The configuration file contains: the job’s name, description and the project that the job belongs to. We also define additional parameters to make our job more generic. The parameter data_dir allows users to change the location of the input datasets. The parameter model_dir represents the directory where data generated by TensorFlow will be stored. Save the configuration in a neptune.yaml file in the flower-species-prediction directory.

Now we can use defined parameters in the code. Let’s replace declarations of the paths to datasets:

IRIS_TRAINING = "iris_training.csv"
IRIS_TEST = "iris_test.csv"

with

IRIS_TRAINING = context.params.data_dir + "iris_training.csv"
IRIS_TEST = context.params.data_dir + "iris_test.csv"

and classifier declaration:

classifier = tf.contrib.learn.DNNClassifier(feature_columns=feature_columns,
                                            hidden_units=[10, 20, 10],
                                            n_classes=3,
                                            model_dir="/tmp/iris_model")

with

classifier = tf.contrib.learn.DNNClassifier(feature_columns=feature_columns,
                                            hidden_units=[10, 20, 10],
                                            n_classes=3,
                                            model_dir=context.params.model_dir)

One last thing needed to run our code is datasets. Let’s download train and test datasets to the data directory where you will run this example.

Your directory structure should look like this:

├── data
│   ├── iris_test.csv
│   └── iris_training.csv
├── main.py
└── neptune.yaml

Let’s Run the Job!

Now we can run the job using the neptune run command. From the flower-species-prediction directory, run:

$ neptune run

The job is now running. It will take a few seconds to complete.

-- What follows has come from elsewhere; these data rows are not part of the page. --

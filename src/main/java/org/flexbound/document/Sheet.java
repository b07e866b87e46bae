package org.flexbound.document;

import org.flexbound.finding.Where;

/** One sheet of a workbook, or a CSV file as a single sheet; its rows are streamed. */
public interface Sheet {
  /**
   * The sheet's name; for a CSV file the file's name without its ending.
   *
   * @return the name
   */
  String name();

  /**
   * The place of the whole sheet.
   *
   * @return file and sheet
   */
  Where where();

  /**
   * Shows the rows that are not wholly blank, from the top. May be called again; each call reads
   * from the beginning.
   *
   * @param visitor sees the rows
   * @throws org.flexbound.finding.Refusal where the sheet turns out to be damaged, or passes a limit
   * @throws java.io.UncheckedIOException where the system does not let it be read
   */
  void forEachRow(RowVisitor visitor);

  /**
   * The place of a cell, whether or not anything stands there.
   *
   * @param row the row's number, from 1 (in a CSV file: the line at which it begins)
   * @param column the column, from 0
   * @return file, sheet and cell (CSV: file, line and column)
   */
  Where cell(int row, int column);

  /**
   * How much of the sheet the visit that goes on has read.
   *
   * @return 0 to 1; 0 where it is not known
   */
  default double shareRead() {
    return 0;
  }

  /**
   * What is hidden or merged. Known after a visit of all rows; before one, this reads the sheet.
   *
   * @return the notes
   */
  default SheetNotes notes() {
    return SheetNotes.NONE;
  }
}
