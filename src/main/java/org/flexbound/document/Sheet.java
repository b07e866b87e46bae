package org.flexbound.document;

import org.flexbound.finding.Where;

/** One sheet of a workbook, or a CSV file as a single sheet; its rows are streamed. */
public interface Sheet {
  /**
   * The sheet's name; for a CSV file the file's name without its ending.
   *
   * @return the name
   */
  String name();

  /**
   * The place of the whole sheet.
   *
   * @return file and sheet
   */
  Where where();

  /**
   * Shows the rows that are not wholly blank, from the top. May be called again; each call reads
   * from the beginning.
   *
   * @param visitor sees the rows
   * @throws org.flexbound.finding.Refusal where the sheet turns out to be damaged, or passes a limit
   * @throws java.io.UncheckedIOException where the system does not let it be read
   */
  void forEachRow(RowVisitor visitor);

  /**
   * What is hidden or merged. Known after a visit of all rows; before one, this reads the sheet.
   *
   * @return the notes
   */
  default SheetNotes notes() {
    return SheetNotes.NONE;
  }
}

The command’s output will contain a link to the job’s dashboard in the Web UI.

> Job enqueued, id:
>
> To browse the job, follow:
> https://[your Neptune IP address]/#dashboard/job/f458797d-1579-4f90-bf4c-b29efcef3377
>

The job should finish after a few seconds and report accuracy of 0.966667.

Browse the Job’s Dashboard

Monitoring metrics reported by TensorFlow

Let’s follow the link displayed by neptune run and see the job’s dashboard.

Metrics reported by TensorFlow

We can see all the metrics reported by TensorFlow, displayed as charts. We can go the TensorFlow tab, and see graphs:

Graph registered by TensorFlow

Summary

We saw how easy it is to integrate TensorFlow code with Neptune. Thanks to that, we could monitor the execution of our experiment in real time. We had access to all metrics and graphs reported by TensorFlow. We could take advantage of features provided by both of these tools.